→ THE RECORDS

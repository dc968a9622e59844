/* dist.c - hours distributions by inverse CDF with exact truncation, and
 * the Cholesky factor (or repair) of the Gaussian copula's correlations.
 * SPDX-License-Identifier: MIT */
#include "dist.h"

#include <math.h>
#include <stdio.h>
#include <string.h>

#include "alloc.h"
#include "lp/dense.h"
#include "stats.h"

/* Values per pass of the batched inverse CDF. */
#define QBATCH 64

void surety_dist_lognormal_params(double mean, double sd, double *mu,
                                  double *sigma)
{
    /* Moments of the lognormal: E = exp(mu + s^2/2), Var = E^2 (e^{s^2}-1),
     * solved for (mu, s); log1p keeps small coefficients of variation
     * exact. */
    double cv = sd / mean;
    double s2 = log1p(cv * cv);
    *sigma = sqrt(s2);
    *mu = log(mean) - 0.5 * s2;
}

/* Triangular CDF on [a, c] with mode b (a < c, a <= b <= c). */
static double tri_cdf(double a, double b, double c, double x)
{
    if (x <= a)
        return 0.0;
    if (x >= c)
        return 1.0;
    if (x <= b)
        return (x - a) * (x - a) / ((c - a) * (b - a));
    return 1.0 - (c - x) * (c - x) / ((c - a) * (c - b));
}

static double tri_quantile(const surety_marginal *mg, double p)
{
    double a = mg->a, b = mg->b, c = mg->c;
    if (p <= mg->fc)
        return a + sqrt(p * (c - a) * (b - a));
    return c - sqrt((1.0 - p) * (c - a) * (c - b));
}

static surety_code bad(surety_error *err, const char *job, const char *field,
                       const char *what)
{
    surety_error_set(err, NULL, 0, 0, field, "job '%s': %s", job ? job : "?",
                     what);
    return SURETY_EINPUT;
}

/* Phi with the infinite bounds of an untruncated side handled here, so
 * that nothing depends on how the CDF treats infinities. */
static double phi_at(double x)
{
    if (x == -INFINITY)
        return 0.0;
    if (x == INFINITY)
        return 1.0;
    return surety_norm_cdf(x);
}

/* Normal-family truncation on the standard scale: alpha, beta are the
 * standardised bounds. Works with the survival function when alpha > 0:
 * Phi(alpha) is then close to 1 and F(hi) - F(lo) would cancel, while
 * Phi(-alpha) - Phi(-beta) keeps full relative precision. */
static int normal_window(surety_marginal *mg, double alpha, double beta)
{
    if (alpha > 0) {
        mg->flip = 1;
        mg->p0 = phi_at(-alpha);
        mg->pw = mg->p0 - phi_at(-beta);
    } else {
        mg->flip = 0;
        mg->p0 = phi_at(alpha);
        mg->pw = phi_at(beta) - mg->p0;
    }
    return mg->pw > 0;
}

surety_code surety_dist_prepare(surety_marginal *mg, const surety_dist *d,
                                const char *job, const char *field,
                                surety_error *err)
{
    memset(mg, 0, sizeof *mg);
    mg->kind = d->kind;
    double lo = d->lo, hi = d->hi;
    if (isnan(lo) || isnan(hi) || lo > hi)
        return bad(err, job, field,
                   "the truncation bounds must satisfy min <= max");
    mg->lo = lo;
    mg->hi = hi;
    switch (d->kind) {
    case SURETY_DIST_FIXED:
        if (!isfinite(d->a))
            return bad(err, job, field, "the fixed hours must be finite");
        if (d->a < lo || d->a > hi)
            return bad(err, job, field,
                       "the fixed hours lie outside its min/max bounds");
        mg->a = d->a;
        return SURETY_OK;
    case SURETY_DIST_NORMAL:
        if (!isfinite(d->a) || !(d->b > 0) || !isfinite(d->b))
            return bad(err, job, field,
                       "a normal needs a finite mean and a positive sd");
        mg->a = d->a;
        mg->b = d->b;
        mg->direct = lo == -INFINITY && hi == INFINITY;
        if (!mg->direct &&
            !normal_window(mg, (lo - d->a) / d->b, (hi - d->a) / d->b))
            return bad(err, job, field,
                       "its min/max bounds leave no probability (they lie "
                       "too far in a tail of the normal)");
        return SURETY_OK;
    case SURETY_DIST_LOGNORMAL:
        if (!(d->a > 0) || !isfinite(d->a) || !(d->b > 0) || !isfinite(d->b))
            return bad(err, job, field,
                       "a lognormal needs a positive mean and sd");
        surety_dist_lognormal_params(d->a, d->b, &mg->a, &mg->b);
        mg->direct = lo <= 0 && hi == INFINITY;
        if (hi <= 0)
            return bad(err, job, field,
                       "a lognormal is positive but its max bound is not");
        if (!mg->direct) {
            double alpha = lo > 0 ? (log(lo) - mg->a) / mg->b : -INFINITY;
            double beta = (log(hi) - mg->a) / mg->b;
            if (!normal_window(mg, alpha, beta))
                return bad(err, job, field,
                           "its min/max bounds leave no probability");
        }
        return SURETY_OK;
    case SURETY_DIST_UNIFORM:
        if (!isfinite(d->a) || !isfinite(d->b) || !(d->a < d->b))
            return bad(err, job, field,
                       "a uniform needs finite low < high");
        /* A truncated uniform is the uniform on the intersection. */
        mg->a = fmax(d->a, lo);
        mg->b = fmin(d->b, hi);
        if (mg->a > mg->b)
            return bad(err, job, field,
                       "its min/max bounds do not meet [low, high]");
        return SURETY_OK;
    case SURETY_DIST_TRIANGULAR:
        if (!isfinite(d->a) || !isfinite(d->c) || !(d->a <= d->b) ||
            !(d->b <= d->c) || !(d->a < d->c))
            return bad(err, job, field,
                       "a triangular needs low <= mode <= high, low < high");
        mg->a = d->a;
        mg->b = d->b;
        mg->c = d->c;
        mg->fc = (d->b - d->a) / (d->c - d->a);
        mg->p0 = tri_cdf(d->a, d->b, d->c, lo);
        mg->pw = tri_cdf(d->a, d->b, d->c, hi) - mg->p0;
        if (!(mg->pw > 0))
            return bad(err, job, field,
                       "its min/max bounds leave no probability");
        return SURETY_OK;
    case SURETY_DIST_EMPIRICAL: {
        if (!d->values || d->nvalues == 0)
            return bad(err, job, field, "an empirical needs observations");
        for (size_t t = 0; t < d->nvalues; t++) {
            if (!isfinite(d->values[t]) ||
                (t > 0 && d->values[t] < d->values[t - 1]))
                return bad(err, job, field,
                           "empirical observations must be finite and "
                           "sorted ascending");
        }
        /* Truncation of an equally likely sample keeps the observations in
         * [lo, hi], still equally likely: the exact inverse-CDF rule for a
         * discrete law. */
        size_t s = 0, e = d->nvalues;
        while (s < e && d->values[s] < lo)
            s++;
        while (e > s && d->values[e - 1] > hi)
            e--;
        if (s == e)
            return bad(err, job, field,
                       "no observation lies within its min/max bounds");
        mg->values = d->values + s;
        mg->vcount = e - s;
        return SURETY_OK;
    }
    }
    return bad(err, job, field, "unknown distribution kind");
}

/* Standard-scale quantile of the normal family within the window. */
static double window_z(const surety_marginal *mg, double u)
{
    if (mg->flip)
        return -surety_norm_quantile(mg->p0 - u * mg->pw);
    return surety_norm_quantile(mg->p0 + u * mg->pw);
}

static double clamp(double x, double lo, double hi)
{
    return x < lo ? lo : x > hi ? hi : x;
}

double surety_dist_from_uniform(const surety_marginal *mg, double u)
{
    switch (mg->kind) {
    case SURETY_DIST_FIXED:
        return mg->a;
    case SURETY_DIST_NORMAL:
        if (mg->direct)
            return mg->a + mg->b * surety_norm_quantile(u);
        /* Rounding may step a hair past a bound; the law puts no mass
         * outside, so clamping is exact. */
        return clamp(mg->a + mg->b * window_z(mg, u), mg->lo, mg->hi);
    case SURETY_DIST_LOGNORMAL:
        if (mg->direct)
            return exp(mg->a + mg->b * surety_norm_quantile(u));
        return clamp(exp(mg->a + mg->b * window_z(mg, u)), mg->lo, mg->hi);
    case SURETY_DIST_UNIFORM:
        return mg->a + u * (mg->b - mg->a);
    case SURETY_DIST_TRIANGULAR:
        return clamp(tri_quantile(mg, mg->p0 + u * mg->pw), mg->lo, mg->hi);
    case SURETY_DIST_EMPIRICAL: {
        /* Inverse of the empirical CDF, Q(u) = min{x : F(x) >= u}: the
         * ceil(u*count)-th observation. */
        double k = ceil(u * (double)mg->vcount);
        size_t t = k >= 1.0 ? (size_t)k - 1 : 0;
        return mg->values[t < mg->vcount ? t : mg->vcount - 1];
    }
    }
    return NAN;
}

double surety_dist_from_normal(const surety_marginal *mg, double z)
{
    if (mg->direct) {
        if (mg->kind == SURETY_DIST_NORMAL)
            return mg->a + mg->b * z;
        return exp(mg->a + mg->b * z);
    }
    if (mg->kind == SURETY_DIST_FIXED)
        return mg->a;
    return surety_dist_from_uniform(mg, surety_norm_cdf(z));
}

/* Truncated normal or lognormal over a batch, the hot case of real models
 * (the model reader truncates every normal at 0): the same arithmetic as
 * surety_dist_from_uniform, bit for bit, in passes over QBATCH values.
 * `in` holds uniforms, or normals when from_normal is set. */
static void window_batch(const surety_marginal *mg, int from_normal,
                         const double *in, size_t istride, size_t count,
                         double *out, size_t ostride)
{
    double a = mg->a, b = mg->b, lo = mg->lo, hi = mg->hi, p0 = mg->p0;
    double sgn = mg->flip ? -1.0 : 1.0, spw = mg->flip ? -mg->pw : mg->pw;
    int logn = mg->kind == SURETY_DIST_LOGNORMAL;
    double p[QBATCH];
    for (size_t at = 0; at < count; at += QBATCH) {
        size_t len = count - at < QBATCH ? count - at : QBATCH;
        const double *src = in + at * istride;
        for (size_t r = 0; r < len; r++)
            p[r] = src[r * istride];
        if (from_normal)
            surety_norm_cdf_batch(p, len);
        for (size_t r = 0; r < len; r++)
            p[r] = p0 + p[r] * spw;
        surety_norm_quantile_batch(p, len);
        double *dst = out + at * ostride;
        for (size_t r = 0; r < len; r++) {
            double x = a + b * (sgn * p[r]);
            if (logn)
                x = exp(x);
            dst[r * ostride] = clamp(x, lo, hi);
        }
    }
}

void surety_dist_apply_uniform(const surety_marginal *mg, const double *in,
                               size_t istride, size_t count, double *out,
                               size_t ostride)
{
    size_t r;
    switch (mg->kind) {
    case SURETY_DIST_FIXED:
        for (r = 0; r < count; r++)
            out[r * ostride] = mg->a;
        return;
    case SURETY_DIST_UNIFORM: {
        double a = mg->a, w = mg->b - mg->a;
        for (r = 0; r < count; r++)
            out[r * ostride] = a + in[r * istride] * w;
        return;
    }
    case SURETY_DIST_TRIANGULAR: {
        /* tri_quantile with both sides computed and one chosen: the side
         * of a random p is a coin toss the branch predictor loses, and
         * each side is the scalar expression, so the same bits */
        double p0 = mg->p0, pw = mg->pw, lo = mg->lo, hi = mg->hi;
        double a = mg->a, b = mg->b, c = mg->c, fc = mg->fc;
        for (r = 0; r < count; r++) {
            double p = p0 + in[r * istride] * pw;
            double left = a + sqrt(p * (c - a) * (b - a));
            double right = c - sqrt((1.0 - p) * (c - a) * (c - b));
            out[r * ostride] = clamp(p <= fc ? left : right, lo, hi);
        }
        return;
    }
    case SURETY_DIST_NORMAL:
    case SURETY_DIST_LOGNORMAL:
        if (!mg->direct) {
            window_batch(mg, 0, in, istride, count, out, ostride);
            return;
        }
        break;
    default:
        break;
    }
    for (r = 0; r < count; r++)
        out[r * ostride] = surety_dist_from_uniform(mg, in[r * istride]);
}

void surety_dist_apply_normal(const surety_marginal *mg, const double *in,
                              size_t istride, size_t count, double *out,
                              size_t ostride)
{
    size_t r;
    if (mg->direct && mg->kind == SURETY_DIST_NORMAL) {
        double a = mg->a, b = mg->b;
        for (r = 0; r < count; r++)
            out[r * ostride] = a + b * in[r * istride];
        return;
    }
    if (mg->direct) {
        double a = mg->a, b = mg->b;
        for (r = 0; r < count; r++)
            out[r * ostride] = exp(a + b * in[r * istride]);
        return;
    }
    if (mg->kind == SURETY_DIST_NORMAL || mg->kind == SURETY_DIST_LOGNORMAL) {
        window_batch(mg, 1, in, istride, count, out, ostride);
        return;
    }
    /* Other laws: the copula's uniforms Phi(z), then their quantiles. */
    double u[QBATCH];
    for (size_t at = 0; at < count; at += QBATCH) {
        size_t len = count - at < QBATCH ? count - at : QBATCH;
        for (r = 0; r < len; r++)
            u[r] = in[(at + r) * istride];
        surety_norm_cdf_batch(u, len);
        surety_dist_apply_uniform(mg, u, 1, len, out + at * ostride, ostride);
    }
}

→ INSTRUCTIONS TO FOLLOW
Read through the data and copy every line where "include" shows up.

→ REPLY TO THE TASK
#include "dist.h"
#include <math.h>
#include <stdio.h>
#include <string.h>
#include "alloc.h"
#include "lp/dense.h"
#include "stats.h"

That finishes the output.